**Supplied material:**

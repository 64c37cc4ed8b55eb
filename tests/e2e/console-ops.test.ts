/// <reference lib="dom" />
import { mkdirSync, mkdtempSync, readFileSync, rmSync } from 'node:fs';
import { tmpdir } from 'node:os';
import path from 'node:path';
import type { Page } from 'playwright-core';
import { afterAll, beforeAll, describe, expect, it } from 'vitest';
import { BrowserProfiles } from './browser-profiles.js';
import { signIn } from './console-session.js';
import { freePort } from './free-port.js';
import { startServerProcess, type ServerProcess } from './server-process.js';

const SCREENSHOTS = path.resolve('tests/e2e/screenshots'); // git-ignored
const NEWCOMER = 'rowan@harborlane.test'; // invented, like demo-scenario.md's people

const dataDir = mkdtempSync(path.join(tmpdir(), 'treadwise-e2e-ops-'));
const profiles = new BrowserProfiles();
let server: ServerProcess;

beforeAll(async () => {
  const port = await freePort();
  // The invitation e-mail links to PUBLIC_URL: it must be the address the browser uses.
  server = await startServerProcess({ DATA_DIR: dataDir, PORT: String(port), PUBLIC_URL: `http://127.0.0.1:${port}` });
  mkdirSync(SCREENSHOTS, { recursive: true });
});

afterAll(async () => {
  await profiles.close();
  await server?.stop();
  rmSync(dataDir, { recursive: true, force: true });
});

async function sections(page: Page): Promise<string[]> {
  return (await page.locator('mat-nav-list a').allInnerTexts()).map((s) => s.trim());
}

async function choose(page: Page, select: string, option: string): Promise<void> {
  await page.click(select);
  await page.locator('mat-option', { hasText: option }).first().click();
}

describe('the traffic, bench, team, activity and operator screens in Chromium', () => {
  it('lets an admin size on the bench, read traffic, invite a newcomer; the operator moves a plan and hands over the invitation link', async () => {
    const admin = await profiles.page();
    await admin.goto(`${server.url}/bench`, { waitUntil: 'networkidle' });
    await signIn(admin, 'mira@harborlane.test'); // demo-scenario.md: Harbor Lane's admin
    expect(await sections(admin)).toEqual(expect.arrayContaining(['Keys', 'Traffic', 'Bench', 'Team', 'Activity']));
    expect(await sections(admin)).not.toContain('Mail outbox'); // operator only

    // Bench: the pre-filled voltage drop, then a value out of the schema's bounds stays beside its field.
    await admin.click('[data-calculator="voltage-drop"] [data-testid="bench-calculate"]');
    const answer = admin.locator('[data-calculator="voltage-drop"] [data-testid="bench-answer"]');
    await answer.waitFor({ timeout: 15_000 });
    expect(await answer.innerText()).toContain('Within the limit');
    await admin.fill('[data-calculator="voltage-drop"] [data-field="supplyVoltageV"] input', '2000');
    await admin.click('[data-calculator="voltage-drop"] [data-testid="bench-calculate"]');
    expect(await admin.locator('[data-field="supplyVoltageV"] [data-testid="field-error"]').innerText()).toContain('At most 1000');
    await admin.screenshot({ path: path.join(SCREENSHOTS, 'bench-desktop.png'), fullPage: true });

    // Traffic: the month's quota on the demo plan, and the CSV export.
    await admin.click('mat-nav-list a:has-text("Traffic")');
    await admin.waitForSelector('[data-testid="traffic-quota"]', { timeout: 15_000 });
    expect(await admin.locator('[data-testid="traffic-quota"]').innerText()).toContain('Shop plan'); // demo-data.ts: harbor-lane is on shop
    const [download] = await Promise.all([admin.waitForEvent('download'), admin.click('[data-testid="traffic-csv"]')]);
    expect(download.suggestedFilename()).toMatch(/^treadwise-usage-harbor-lane-\d{4}-\d{2}-\d{2}-to-\d{4}-\d{2}-\d{2}\.csv$/);
    const csv = readFileSync((await download.path())!, 'utf8');
    expect(csv.split('\r\n')[0]).toMatch(/^day,key_id,route,status_class,requests,limited,units/);
    await admin.screenshot({ path: path.join(SCREENSHOTS, 'traffic-desktop.png'), fullPage: true });

    // Team: the demo members, then an invitation that waits for an answer.
    await admin.click('mat-nav-list a:has-text("Team")');
    await admin.waitForSelector('[data-testid="member-table"]', { timeout: 15_000 });
    for (const email of ['mira@harborlane.test', 'theo@harborlane.test', 'ines@harborlane.test']) {
      expect(await admin.locator(`tr[data-member="${email}"]`).count()).toBe(1);
    }
    await admin.fill('[data-testid="invite-email"]', NEWCOMER);
    await choose(admin, '[data-testid="invite-role"]', 'estimator');
    await admin.click('[data-testid="invite-submit"]');
    await admin.locator(`[data-invitation="${NEWCOMER}"]`).waitFor({ timeout: 15_000 });
    await admin.screenshot({ path: path.join(SCREENSHOTS, 'team-desktop.png'), fullPage: true });

    // Activity: the invitation is on the record.
    await admin.click('mat-nav-list a:has-text("Activity")');
    await admin.waitForSelector('[data-testid="activity-list"]', { timeout: 15_000 });
    expect(await admin.locator('[data-action="member.invited"]').first().innerText()).toContain(NEWCOMER);
    await choose(admin, '[data-testid="activity-action"]', 'member invited');
    await expect.poll(() => admin.locator('[data-action]').evaluateAll((items) => items.map((i) => i.getAttribute('data-action'))), { timeout: 15_000 }).toEqual(['member.invited']);
    await admin.screenshot({ path: path.join(SCREENSHOTS, 'activity-desktop.png'), fullPage: true });

    // The operator: organisations and plans, then the outbox.
    const ops = await profiles.page();
    await ops.goto(`${server.url}/operator/organizations`, { waitUntil: 'networkidle' });
    await signIn(ops, 'ops@treadwise.test'); // demo-scenario.md: the demo operator
    expect(await sections(ops)).toEqual(expect.arrayContaining(['Organisations', 'Mail outbox']));
    await ops.waitForSelector('[data-testid="organization-table"]', { timeout: 15_000 });
    const quayside = ops.locator('tr[data-organization="quayside-studio"] [data-testid="organization-plan"]');
    expect(await quayside.innerText()).toContain('Free'); // demo-data.ts
    await choose(ops, 'tr[data-organization="quayside-studio"] [data-testid="organization-plan"]', 'Partner');
    await expect.poll(() => ops.locator('simple-snack-bar').innerText(), { timeout: 15_000 }).toContain('partner plan');
    await ops.reload({ waitUntil: 'networkidle' });
    await ops.waitForSelector('[data-testid="organization-table"]', { timeout: 15_000 });
    expect(await ops.locator('tr[data-organization="quayside-studio"] [data-testid="organization-plan"]').innerText()).toContain('Partner'); // stored
    await ops.screenshot({ path: path.join(SCREENSHOTS, 'operator-organizations-desktop.png'), fullPage: true });

    await ops.click('mat-nav-list a:has-text("Mail outbox")');
    const message = ops.locator(`[data-testid="outbox-message"][data-to="${NEWCOMER}"]`).first();
    await message.waitFor({ timeout: 15_000 });
    await message.click();
    const link = ops.locator('[data-testid="outbox-body"] [data-testid="outbox-link"]').first();
    expect(await link.getAttribute('href')).toMatch(new RegExp(`^${server.url}/accept-invitation\\?token=`));
    await ops.screenshot({ path: path.join(SCREENSHOTS, 'operator-outbox-desktop.png'), fullPage: true });
    const href = (await link.getAttribute('href'))!;

    // The newcomer follows the link in a browser of their own and joins as an estimator.
    const newcomer = await profiles.page(360);
    await newcomer.goto(href, { waitUntil: 'networkidle' });
    await newcomer.fill('input[formcontrolname="name"]', 'Rowan');
    await newcomer.fill('input[formcontrolname="password"]', 'a-long-stair-light-passphrase');
    await newcomer.click('button:has-text("Join")');
    await newcomer.waitForSelector('mat-toolbar [data-testid="role"]', { timeout: 15_000 });
    expect(await newcomer.locator('[data-testid="role"]').innerText()).toBe('estimator');
    await newcomer.click('button[aria-label="Toggle navigation"]');
    const newcomerSections = await sections(newcomer);
    expect(newcomerSections).toEqual(expect.arrayContaining(['Traffic', 'Bench']));
    expect(newcomerSections).not.toContain('Team');
    expect(newcomerSections).not.toContain('Keys');

    // Back on the team page the invitation is no longer waiting and Rowan is a member.
    await admin.click('mat-nav-list a:has-text("Team")');
    await admin.locator(`tr[data-member="${NEWCOMER}"]`).waitFor({ timeout: 15_000 });
    expect(await admin.locator(`[data-invitation="${NEWCOMER}"]`).count()).toBe(0);
  });

  it('shows a viewer traffic but no bench, team, activity or operator pages', async () => {
    const viewer = await profiles.page(360); // a phone's width
    await viewer.goto(`${server.url}/traffic`, { waitUntil: 'networkidle' });
    await signIn(viewer, 'ines@harborlane.test'); // demo-scenario.md: Harbor Lane's viewer
    await viewer.waitForSelector('[data-testid="traffic-quota"]', { timeout: 15_000 });
    await viewer.screenshot({ path: path.join(SCREENSHOTS, 'traffic-viewer-phone.png'), fullPage: true });
    await viewer.click('button[aria-label="Toggle navigation"]');
    const listed = await sections(viewer);
    expect(listed).toContain('Traffic');
    for (const hidden of ['Bench', 'Team', 'Activity', 'Organisations', 'Mail outbox']) expect(listed).not.toContain(hidden);
    for (const page of ['/bench', '/team', '/activity', '/operator/outbox']) {
      await viewer.goto(`${server.url}${page}`, { waitUntil: 'networkidle' });
      await viewer.waitForSelector('[data-testid="not-allowed"]', { timeout: 15_000 });
    }
  });
});
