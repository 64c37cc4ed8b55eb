ALTER TABLE "api_keys" DROP COLUMN "previous_secret_hash";--> statement-breakpoint
ALTER TABLE "api_keys" DROP COLUMN "previous_valid_until";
import { HttpClient, type HttpResponse } from '@angular/common/http';
import { Injectable, inject } from '@angular/core';
import { type Observable, EMPTY, expand, map, reduce } from 'rxjs';

import type { CatalogImportReport, PatchCatalogItem, StoredCatalog, StoredCatalogItem, StoredCatalogItemPage } from '../core/api-types.js';

// The largest page the API answers (shared/schemas/page.ts PAGE_LIMIT_MAX).
const PAGE_SIZE = 200;

/** The organisation's stored catalog, through /v1/catalog. */
@Injectable({ providedIn: 'root' })
export class CatalogApi {
  private readonly http = inject(HttpClient);

  catalog(): Observable<StoredCatalog> {
    return this.http.get<StoredCatalog>('/v1/catalog');
  }

  /** Every item, active and retired, page after page: the table sorts and filters them all. */
  allItems(): Observable<StoredCatalogItem[]> {
    const page = (cursor?: string) =>
      this.http.get<StoredCatalogItemPage>('/v1/catalog/items', { params: cursor ? { limit: PAGE_SIZE, cursor } : { limit: PAGE_SIZE } });
    return page().pipe(
      expand((p) => (p.nextCursor ? page(p.nextCursor) : EMPTY)),
      map((p) => p.items),
      reduce((all, items) => [...all, ...items], [] as StoredCatalogItem[]),
    );
  }

  /** `dryRun` answers the row-by-row report and writes nothing. */
  import(file: File, dryRun: boolean): Observable<CatalogImportReport> {
    const body = new FormData();
    body.append('file', file, file.name);
    return this.http.post<CatalogImportReport>('/v1/catalog/imports', body, { params: { dryRun: String(dryRun) } });
  }

  patchItem(sku: string, patch: PatchCatalogItem): Observable<StoredCatalogItem> {
    return this.http.patch<StoredCatalogItem>(`/v1/catalog/items/${encodeURIComponent(sku)}`, patch);
  }

  /** Retires the SKU: kept for old estimates, never picked again. */
  retire(sku: string): Observable<StoredCatalogItem> {
    return this.http.delete<StoredCatalogItem>(`/v1/catalog/items/${encodeURIComponent(sku)}`);
  }

  export(): Observable<HttpResponse<Blob>> {
    return this.http.get('/v1/catalog/export', { observe: 'response', responseType: 'blob' });
  }
}
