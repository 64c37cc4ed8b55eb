import { HttpErrorResponse, type HttpResponse } from '@angular/common/http';
import { InjectionToken } from '@angular/core';
import { EMPTY, type Observable, expand, map, retry, switchMap, take, throwError, timer } from 'rxjs';

import type { Batch } from '../core/api-types.js';
import { isFinal } from './batch-status.js';

/** How a watch waits between two asks (its first emission ends the wait); a token so specs can step time by hand. */
export type PollWait = (ms: number) => Observable<unknown>;
export const POLL_WAIT = new InjectionToken<PollWait>('POLL_WAIT', { providedIn: 'root', factory: () => (ms: number) => timer(ms) });

/** When the API sends no Retry-After: what it sends today (api/routes/batches.ts POLL_AFTER_S). */
export const DEFAULT_POLL_MS = 2000;
// Never faster than this whatever a header says, and never so slow that the page looks stuck.
const MIN_POLL_MS = 500;
const MAX_POLL_MS = 30_000;
// Asks that fail for a passing reason (rate limit, gateway, network) are tried again this often.
const TRANSIENT_TRIES = 5;

/** Milliseconds a Retry-After header asks for (delta-seconds or an HTTP date), or null. */
export function retryAfterMs(header: string | null, now: number = Date.now()): number | null {
  if (header === null || header.trim() === '') return null;
  const seconds = Number(header);
  if (Number.isFinite(seconds)) return seconds * 1000;
  const at = Date.parse(header);
  return Number.isNaN(at) ? null : at - now;
}

/** The wait before the next ask: the header's, kept within bounds. */
export function pollDelayMs(header: string | null): number {
  const asked = retryAfterMs(header) ?? DEFAULT_POLL_MS;
  return Math.min(MAX_POLL_MS, Math.max(MIN_POLL_MS, asked));
}

function transient(error: unknown): error is HttpErrorResponse {
  return error instanceof HttpErrorResponse && [0, 429, 502, 503, 504].includes(error.status);
}

/**
 * A job's state as it changes: asks at once, then again after each answer's Retry-After, and
 * completes with the first final status. Unsubscribing stops the timer and any ask in flight.
 */
export function watchBatch(ask: () => Observable<HttpResponse<Batch>>, wait: PollWait): Observable<Batch> {
  const askPatiently = () =>
    ask().pipe(
      retry({
        count: TRANSIENT_TRIES,
        delay: (error: unknown) => (transient(error) ? wait(pollDelayMs(error.headers.get('Retry-After'))) : throwError(() => error)),
      }),
    );
  return askPatiently().pipe(
    expand((response) => (isFinal(bodyOf(response).status) ? EMPTY : wait(pollDelayMs(response.headers.get('Retry-After'))).pipe(take(1), switchMap(askPatiently)))),
    map(bodyOf),
  );
}

function bodyOf(response: HttpResponse<Batch>): Batch {
  if (!response.body) throw new Error('The API answered a batch job without a body.');
  return response.body;
}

**Work instruction:** Copy every line from the records above that contains the string "StoredCatalogItemPage".

**Solution for this task:**
import type { CatalogImportReport, PatchCatalogItem, StoredCatalog, StoredCatalogItem, StoredCatalogItemPage } from '../core/api-types.js';
      this.http.get<StoredCatalogItemPage>('/v1/catalog/items', { params: cursor ? { limit: PAGE_SIZE, cursor } : { limit: PAGE_SIZE } });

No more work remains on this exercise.